▼

"""What the inbox scan records in the nightly database: the file-hash cache, new images, quarantined files."""

from __future__ import annotations

import json

from sqlalchemy import delete, insert, select, update

from scorer.qc.tables import FileRow, ImageRow, QuarantineRow, image_dict, utcnow


class IntakeOps:
    """Store operations of the inbox scan; each method is one transaction (mixed into :class:`Store`)."""

    def file_cache(self) -> dict:
        with self.transaction() as s:
            return {r.path: (r.size, r.mtime_ns, r.sha256) for r in s.scalars(select(FileRow))}

    def remember_files(self, rows: list[tuple[str, int, str, str]]) -> None:
        """(path, size, mtime_ns, sha256) rows into the file cache (insert or replace)."""
        if not rows:
            return
        values = [
            {"path": p, "size": n, "mtime_ns": m, "sha256": h} for p, n, m, h in dict((r[0], r) for r in rows).values()
        ]
        with self.transaction() as s:
            if self.is_sqlite or self.engine.dialect.name == "postgresql":
                # an upsert: two runs scanning the same inbox at once both remember its files (a delete then an
                # insert let the second run's insert hit the first's row on PostgreSQL: duplicate key)
                stmt = self._dialect_insert(FileRow.__table__)
                stmt = stmt.on_conflict_do_update(
                    index_elements=[FileRow.__table__.c.path],
                    set_={c: getattr(stmt.excluded, c) for c in ("size", "mtime_ns", "sha256")},
                )
                s.execute(stmt, values)
            else:  # pragma: no cover - other databases
                s.execute(delete(FileRow).where(FileRow.path.in_([v["path"] for v in values])))
                s.execute(insert(FileRow), values)

    def known_images(self, shas) -> dict:
        """sha256 → path recorded, for the given hashes that are already in the database."""
        shas = list(shas)
        out = {}
        with self.transaction() as s:
            for i in range(0, len(shas), 500):
                out.update(
                    dict(
                        s.execute(
                            select(ImageRow.sha256, ImageRow.path).where(ImageRow.sha256.in_(shas[i : i + 500]))
                        ).all()
                    )
                )
        return out

    def quarantined(self, shas) -> dict:
        """sha256 → reason, for contents quarantined before."""
        shas = [h for h in shas if h]
        out = {}
        with self.transaction() as s:
            for i in range(0, len(shas), 500):
                out.update(
                    dict(
                        s.execute(
                            select(QuarantineRow.sha256, QuarantineRow.reason).where(
                                QuarantineRow.sha256.in_(shas[i : i + 500])
                            )
                        ).all()
                    )
                )
        return out

    def add_images(self, images) -> int:
        """Insert new inbox images; an image already present (same content) is left alone."""
        if not images:
            return 0
        now = utcnow()
        rows = [
            {
                "sha256": im.sha256,
                "path": im.path,
                "detector": im.detector,
                "group_key": im.group_key,
                "session_date": im.session_date,
                "acquired": im.acquired,
                "detector_id": im.detector_id,
                "device_serial": im.device_serial,
                "station_name": im.station_name,
                "kvp": im.kvp,
                "exposure_uas": im.exposure_uas,
                "anode": im.anode,
                "filter": im.filter,
                "flags": json.dumps(im.flags),
                "first_seen": now,
            }
            for im in images
        ]
        with self.transaction() as s:
            res = s.execute(self._insert(ImageRow.__table__), rows)
            return int(res.rowcount or 0)

    def record_quarantine(self, sha256, original_path, moved_to, reason) -> None:
        """Record a quarantined file (completing the record a released session left, if there is one)."""
        moved = None if moved_to is None else str(moved_to)
        with self.transaction() as s:
            res = s.execute(
                update(QuarantineRow)
                .where(
                    QuarantineRow.sha256 == sha256,
                    QuarantineRow.original_path == str(original_path),
                    QuarantineRow.moved_to.is_(None),
                )
                .values(moved_to=moved)
            )
            if not res.rowcount:
                s.add(
                    QuarantineRow(
                        sha256=sha256, original_path=str(original_path), moved_to=moved, reason=reason, at=utcnow()
                    )
                )

    def free_groups(self) -> dict:
        """group_key → images not bound to any session (dicts), oldest first."""
        with self.transaction() as s:
            rows = s.scalars(select(ImageRow).where(ImageRow.session_id.is_(None)).order_by(ImageRow.id)).all()
        out: dict = {}
        for r in rows:
            out.setdefault(r.group_key, []).append(image_dict(r))
        return out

▲

Every line in the data that holds the string "stmt" should be returned.

Result of the exercise:
                stmt = self._dialect_insert(FileRow.__table__)
                stmt = stmt.on_conflict_do_update(
                    set_={c: getattr(stmt.excluded, c) for c in ("size", "mtime_ns", "sha256")},
                s.execute(stmt, values)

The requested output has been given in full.